===== DATASET =====
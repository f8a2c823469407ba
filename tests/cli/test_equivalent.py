"""Thévenin and Norton equivalents at the command line."""

from __future__ import annotations

import pytest

import acsolve as library

from .runner import acsolve

CIRCUIT = """
gnd -- Vs : voltage_source(amplitude = 12 V) -- feed
feed -- R1 -- out -- C1 -- gnd
gnd -- Is : current_source(amplitude = 3 mA) -- out
out -- L1 -- m -- R2 -- gnd
R1 = 1 kohm
C1 = 1 uF
L1 = 20 mH
R2 = 470 ohm
"""
AT = [50.0, 1000.0, 20e3]


@pytest.fixture
def file(tmp_path):
    """The circuit as a file."""
    path = tmp_path / "feed.circuit"
    path.write_text(CIRCUIT, encoding="utf-8")
    return path


def pairs(numbers) -> list[complex]:
    """Complex numbers of JSON."""
    return [complex(*item) for item in numbers]


def test_the_equivalent_stands_for_the_circuit(file):
    """V = Z·I and Y·Z = 1; with any load the voltage is what the whole circuit gives."""
    (entry,) = acsolve(
        "impedance", file, "--into", "out", "--equivalent", "--at", "50Hz,1kHz,20kHz", "--json"
    ).answers
    found = entry["equivalent"]
    assert found["hertz"] == AT
    assert found["impedance"] == entry["expression"]
    rows = [
        pairs(found[f"{name}_at"]) for name in ("voltage", "current", "impedance", "admittance")
    ]
    for volts, amperes, ohms, siemens in zip(*rows, strict=True):
        assert volts == pytest.approx(ohms * amperes, rel=1e-12)
        assert ohms * siemens == pytest.approx(1, rel=1e-12)
    loaded = library.parse(CIRCUIT + "\nout -- R9 = 330 ohm -- gnd")
    whole = loaded.path(None, "out").response(AT)
    expected = [volts * 330 / (ohms + 330) for volts, ohms in zip(rows[0], rows[2], strict=True)]
    assert list(whole) == pytest.approx(expected, rel=1e-12)


def test_symbols_of_the_sources_stay(file):
    """Over symbols both sources stand in the current, each by itself."""
    (entry,) = acsolve(
        "impedance", file, "--into", "out", "--equivalent", "--symbolic", "--json"
    ).answers
    found = entry["equivalent"]
    names = {"Vs", "Is", "R1"}
    back = {plain: safe for safe, plain in found["symbols"].items()}
    assert all(back.get(name, name) in found["current"] for name in names)
    assert "hertz" not in found


def test_text_says_what_acts(file, tmp_path):
    """Both halves in words; a pair that no source reaches has zero voltage."""
    told = acsolve("impedance", file, "--into", "out", "--equivalent").out
    assert "open-circuit voltage" in told
    assert "short-circuit current" in told
    quiet = tmp_path / "quiet.circuit"
    quiet.write_text("in -- R1 = 1 kohm -- gnd\n", encoding="utf-8")
    told = acsolve("impedance", quiet, "--into", "in", "--equivalent").out
    assert "open-circuit voltage: 0, no source of the file acts" in told


def test_a_pair_without_a_finite_current(tmp_path):
    """Across an ideal source no short-circuit current exists."""
    path = tmp_path / "stiff.circuit"
    path.write_text(
        "gnd -- Vs : voltage_source(amplitude = 2 V) -- out\nout -- R1 = 1 kohm -- gnd\n"
    )
    (entry,) = acsolve("impedance", path, "--into", "out", "--equivalent", "--json").answers
    assert entry["equivalent"]["voltage"] == "2"
    assert entry["equivalent"]["current"] is None
    assert entry["equivalent"]["impedance"] == "0"
    told = acsolve("impedance", path, "--into", "out", "--equivalent", "--at", "1kHz").out
    assert "short-circuit current: none" in told


def test_frequencies_alone_are_refused(file):
    """--at without --equivalent has nothing to say."""
    found = acsolve("impedance", file, "--into", "out", "--at", "50Hz")
    assert found.status == 2
    assert "--equivalent" in found.err
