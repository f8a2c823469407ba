"""The JSON of every command: its keys, and values that agree with each other."""

from __future__ import annotations

from itertools import pairwise
from math import isclose, log10, pi

import pytest

from tests.cli.runner import acsolve, circuit

SHARED = {"kind", "title", "quantity", "variant", "cautions", "warnings"}
FORM = {
    "expression",
    "numerator",
    "denominator",
    "order",
    "form",
    "at_zero",
    "at_infinity",
    "standard_form",
    "poles",
    "zeros",
    "checked",
    "symbols",
}


def one(*arguments: object) -> dict:
    """The one answer of a command."""
    (found,) = acsolve(*arguments, "--json").answers
    return found


def test_document_names_its_format():
    """Every answer stands in a document of format 1."""
    document = acsolve("transfer", circuit("level_float"), "--json").document
    assert document["format"] == 1
    assert set(document) == {"format", "answers"}


def test_transfer_has_every_key():
    """A transfer carries its pairs, its form, its limits, its roots and its check."""
    found = one("transfer", circuit("level_float"))
    assert set(found) >= SHARED | FORM | {"from", "to"}
    assert found["from"] == ["wiper", "gnd"]
    assert found["to"] == ["out", "gnd"]
    assert found["quantity"] == "voltage-ratio"
    assert found["form"] == "expanded"
    assert found["numerator"] == ["10000"]
    assert found["denominator"] == ["1551", "10000"]
    assert found["order"] == 1
    assert (found["at_zero"], found["at_infinity"]) == ("1", "0")
    assert found["standard_form"]["tau"] == "1551/10000"
    assert found["checked"]["points"] >= 2
    assert found["checked"]["max_relative_error"] < 1e-12


def test_impedance_names_the_pair_it_looks_into():
    """An impedance has `into` instead of `from` and `to`."""
    found = one("impedance", circuit("level_float"), "--into", "out")
    assert set(found) >= SHARED | FORM | {"into"}
    assert found["into"] == ["out", "gnd"]
    assert found["quantity"] == "impedance"
    assert found["kind"] == "impedance"
    assert "from" not in found


def test_nested_form_lists_its_steps():
    """A nested form has named steps and no polynomials."""
    found = one("transfer", circuit("five_sections"), "--nested")
    assert found["form"] == "nested"
    assert found["numerator"] is None
    assert all(len(step) == 2 for step in found["steps"])


def test_cutoff_has_every_key():
    """A cutoff carries its reference, its level and each crossing in both units."""
    found = one("cutoff", circuit("level_float"))
    assert set(found) >= SHARED | {"from", "to", "reference", "level_db", "cutoffs", "touches"}
    assert set(found) >= {"complete", "method"}
    assert found["reference"] == {"at": "dc", "gain": 1.0, "hertz": 0.0}
    (crossing,) = found["cutoffs"]
    assert set(crossing) >= {"hertz", "rad_per_s", "closed_form", "direction"}
    assert crossing["closed_form"] == "1/(R1*C1)"
    assert crossing["direction"] == "falling"
    assert isclose(crossing["rad_per_s"], 2 * pi * crossing["hertz"], rel_tol=1e-14)
    assert found["complete"] is True
    assert found["touches"] == []


def test_symbolic_cutoff_has_no_numbers():
    """Without values a cutoff is its closed form alone."""
    found = one("cutoff", circuit("level_float"), "--symbolic")
    assert found["cutoffs"][0]["hertz"] is None
    assert found["cutoffs"][0]["closed_form"] == "1/(R1*C1)"


def test_levels_of_the_file_are_one_answer_each():
    """A question with two levels is answered twice, in order."""
    found = acsolve("cutoff", circuit("strain_antialias"), "--json").answers
    assert [round(item["level_db"], 3) for item in found] == [-3.010, -1.0, -20.0]


def test_level_on_the_command_line_replaces_those_of_the_file():
    """With --level every question is answered at that level."""
    found = acsolve("cutoff", circuit("strain_antialias"), "--level", "-6dB", "--json").answers
    assert {item["level_db"] for item in found} == {-6.0}


def test_sweep_columns_have_one_length():
    """Every column of a sweep has as many entries as there are frequencies."""
    found = one("sweep", circuit("level_float"), "--band", "1Hz..1kHz", "--points", "10/decade")
    keys = ["hertz", "real", "imag", "gain_db", "phase_deg", "phase_delay_s", "group_delay_s"]
    assert set(found) >= SHARED | {"from", "to", *keys}
    assert {len(found[key]) for key in keys} == {31}
    assert all(first < second for first, second in pairwise(found["hertz"]))
    for real, imag, gain in zip(found["real"], found["imag"], found["gain_db"], strict=True):
        assert isclose(20 * log10(abs(complex(real, imag))), gain, abs_tol=1e-9)


def test_sweep_at_single_frequencies():
    """--at answers at just those frequencies, whatever band the file asks."""
    found = one("sweep", circuit("mast_cable"), "--at", "10kHz, 1MHz")
    assert found["hertz"] == [1e4, 1e6]


def test_infinite_values_are_null():
    """A gain of nothing has no decibels and no phase in JSON, only null."""
    found = one("sweep", circuit("swell_filter"), "--from", "in", "--to", "band", "--at", "0Hz")
    assert found["gain_db"] == [None]
    assert found["real"] == [0.0]


def test_linear_band_may_start_at_zero():
    """--linear takes even steps, both edges among them."""
    found = one(
        "sweep", circuit("level_float"), "--band", "0Hz..10Hz", "--linear", "--points", "11"
    )
    assert found["hertz"] == pytest.approx(range(11))


def test_sweep_of_an_impedance():
    """--into sweeps the impedance of a pair."""
    found = one("sweep", circuit("level_float"), "--into", "out", "--at", "1Hz")
    assert found["into"] == ["out", "gnd"]
    assert found["quantity"] == "impedance"


def test_check_counts():
    """A check lists nodes and parts, and as many modes as the order says."""
    found = one("check", circuit("level_lowpass"))
    assert found["ok"] is True
    assert len(found["parts"]) == 5
    assert found["order"] == 2
    assert all(len(item["values"]) == item["order"] for item in found["modes"])
    assert {item["code"] for item in found["problems"]} == {"question.unanswered"}


def test_equations_are_square():
    """Matrix, unknowns, excitation and meanings have one size."""
    found = one("equations", circuit("level_float"))
    size = len(found["unknowns"])
    assert len(found["matrix"]) == size
    assert all(len(row) == size for row in found["matrix"])
    assert len(found["excitation"]) == len(found["meanings"]) == size


def test_variant_is_named():
    """An answer says which variant it is about."""
    found = one("cutoff", circuit("ping_bandpass"), "--variant", "stocked parts")
    assert found["variant"] == "stocked parts"


def test_cautions_stand_with_every_answer():
    """The safety remarks of a file are in JSON and in text."""
    found = acsolve("transfer", circuit("touch_network"), "--json").answers
    assert all(len(item["cautions"]) == 3 for item in found)
    assert acsolve("transfer", circuit("touch_network")).out.count("caution: ") == 3


def test_let_changes_a_value():
    """--let R1=… answers as if the file said so."""
    found = one("transfer", circuit("level_float"), "--let", "R1=1k", "--let", "C1=1uF")
    assert found["standard_form"]["tau"] == "1/1000"


def test_keep_leaves_one_symbol():
    """--keep C1 answers over C1 and the other values."""
    found = one("transfer", circuit("level_float"), "--keep", "C1")
    assert found["expression"] == "1/(1 + 33000*C1*s)"
    assert found["poles"] is None


def test_own_sources_are_used_without_from():
    """--to alone asks the response to the file's own sources."""
    found = one("sweep", circuit("strain_bridge"), "--to", "exc", "--at", "10Hz")
    assert found["from"] is None
    assert found["quantity"] == "response"
    assert found["real"][0] == pytest.approx(5)


def test_quantity_replaces_that_of_the_file():
    """--quantity without pairs applies to the file's own questions."""
    found = one("cutoff", circuit("touch_network"), "--quantity", "transimpedance")
    assert found["quantity"] == "transimpedance"
    assert found["cutoffs"][0]["hertz"] == pytest.approx(688.98, rel=1e-4)


def test_current_of_an_ammeter(tmp_path):
    """--through observes the current of a named ammeter, by ratio or by the file's source."""
    file = tmp_path / "loop.circuit"
    file.write_text(
        "V1 : voltage_source(a = gnd, b = in, amplitude = 5 V)\n"
        "in -- R1 = 1k -- x -- M1 : ammeter -- out -- C1 = 100n -- gnd\n"
    )
    ratio = one(
        "transfer", file, "--from", "in", "--through", "M1", "--quantity", "transadmittance"
    )
    assert ratio["through"] == "M1"
    assert ratio["at_infinity"] == "1/1000"
    assert one("transfer", file, "--through", "M1")["at_infinity"] == "1/200"
    assert "current of the ammeter M1" in acsolve("transfer", file, "--through", "M1").out
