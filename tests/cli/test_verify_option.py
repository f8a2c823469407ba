"""`sweep --verify`: what is proven, how it is told, and what a wrong number looks like."""

from __future__ import annotations

import importlib
from dataclasses import replace

import pytest

import acsolve as door
from tests.cli.runner import CIRCUITS, acsolve, circuit, process

NOTCH = circuit("hum_notch")
BAND = ("--band", "10Hz..1kHz", "--points", "30")


def proven(*arguments: object) -> dict:
    """What the one sweep says under `verified`."""
    (found,) = acsolve("sweep", *arguments, "--json").answers
    return found["verified"]


def test_nothing_is_proven_unasked():
    """Without the option the key is null."""
    assert proven(NOTCH, *BAND) is None


@pytest.mark.parametrize(("value", "points"), [((), 7), (("3",), 3), (("20",), 20), (("all",), 30)])
def test_as_many_points_as_asked(value, points):
    """A handful, so many, or all; each list has as many entries."""
    found = proven(NOTCH, *BAND, "--verify", *value)
    assert found["points"] == points
    assert len(found["hertz"]) == len(found["relative_error"]) == points
    assert found["max_relative_error"] == max(found["relative_error"]) < 1e-12
    assert found["hertz"][0] == pytest.approx(10)
    assert found["bits"] >= 128
    assert found["unproven"] == []


def test_the_file_may_follow_the_bare_option():
    """`--verify FILE` takes the file for the file."""
    assert proven("--verify", NOTCH, *BAND)["points"] == 7
    assert process("sweep", "--verify", "-", *BAND, stdin=NOTCH.read_bytes()).status == 0


@pytest.mark.parametrize("value", ["lots", "0", "-3", "2.5"])
def test_no_number_of_points_is_refused(value):
    """What is neither a number nor all is refused as such, or as an unknown option."""
    found = acsolve("sweep", NOTCH, *BAND, "--verify", value)
    assert found.status == 2
    assert value in found.err


def test_text_tells_the_worst_point():
    """Below the table stands how many points, the largest error, where, and the bits."""
    text = acsolve("sweep", NOTCH, *BAND, "--verify").out
    told = " ".join(text.split("\n\n")[-1].split())
    assert told.startswith("Proven in ball arithmetic of 128 bits at 7 points: the response is")
    assert all(word in told for word in ("relative (worst at", "gain", "phase", "group delay"))
    assert max(map(len, text.splitlines())) <= 80


def test_text_tells_what_is_not_proven():
    """A point whose proof fails is named with the reason."""
    found = acsolve("sweep", circuit("level_float"), "--into", "out", "--at", "0Hz", "--verify")
    assert found.status == 0
    assert "No point is proven.\nNot proven at 0 Hz: " in found.out


def test_saved_sweeps_are_proven_on_the_screen(tmp_path):
    """With --save the proof is still told."""
    found = acsolve("sweep", NOTCH, *BAND, "--verify", "--save", tmp_path / "notch.csv")
    assert "Proven in ball arithmetic" in found.out
    assert (tmp_path / "notch.csv").exists()


@pytest.fixture
def _slipping(monkeypatch):
    """A sweep whose fourth value is off by 1e-8."""
    module = importlib.import_module("acsolve.analyses.sweep")
    right = module.sweep

    def slipping(*arguments: object, **named: object):
        found = right(*arguments, **named)
        value = found.value.copy()
        value[3] *= 1 + 1e-8
        return replace(found, value=value)

    monkeypatch.setattr(module, "sweep", slipping)


@pytest.mark.usefixtures("_slipping")
def test_a_wrong_number_is_an_error_and_saves_nothing(tmp_path):
    """A proven error above the estimate is this program's defect: status 1, no answer, no file."""
    name = tmp_path / "notch.csv"
    found = acsolve("sweep", NOTCH, *BAND, "--verify", "all", "--save", name)
    assert found.status == 1
    assert "proven wrong at " in found.err
    assert "defect of acsolve" in found.err
    assert "1e-08" in found.err
    assert not name.exists()
    errors = acsolve("sweep", NOTCH, *BAND, "--verify", "all", "--json").document["errors"]
    assert [item["code"] for item in errors] == ["equations.check-failed"]


@pytest.mark.usefixtures("_slipping")
def test_the_door_raises_for_a_wrong_number():
    """In Python a wrong sweep is an `EquationError`, as a wrong closed form is."""
    path = door.read(CIRCUITS / "hum_notch.circuit").path("line_in", "out")
    found = path.sweep("10 Hz .. 1 kHz", points=30)
    with pytest.raises(door.EquationError, match="proven wrong"):
        path.verify(found, points="all")


@pytest.mark.parametrize("points", [0, -1, True, 2.5, "some"])
def test_the_door_refuses_what_is_no_number(points):
    """The door checks its arguments."""
    path = door.read(CIRCUITS / "hum_notch.circuit").path("line_in", "out")
    with pytest.raises(door.AnalysisError, match="no number of points"):
        path.verify(path.sweep([50.0]), points=points)
    with pytest.raises(door.AnalysisError, match="no sweep"):
        path.verify([50.0])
=====
PROMPT.
Write out word for word only the lines from the start of the entries down to the line with "feed -- R1 -- out -- C1 -- gnd", please, including both ends.

EXERCISE RESPONSE.
repository f8a2c823469407ba
filename tests/cli/test_equivalent.py
"""Thévenin and Norton equivalents at the command line."""

from __future__ import annotations

import pytest

import acsolve as library

from .runner import acsolve

CIRCUIT = """
gnd -- Vs : voltage_source(amplitude = 12 V) -- feed
feed -- R1 -- out -- C1 -- gnd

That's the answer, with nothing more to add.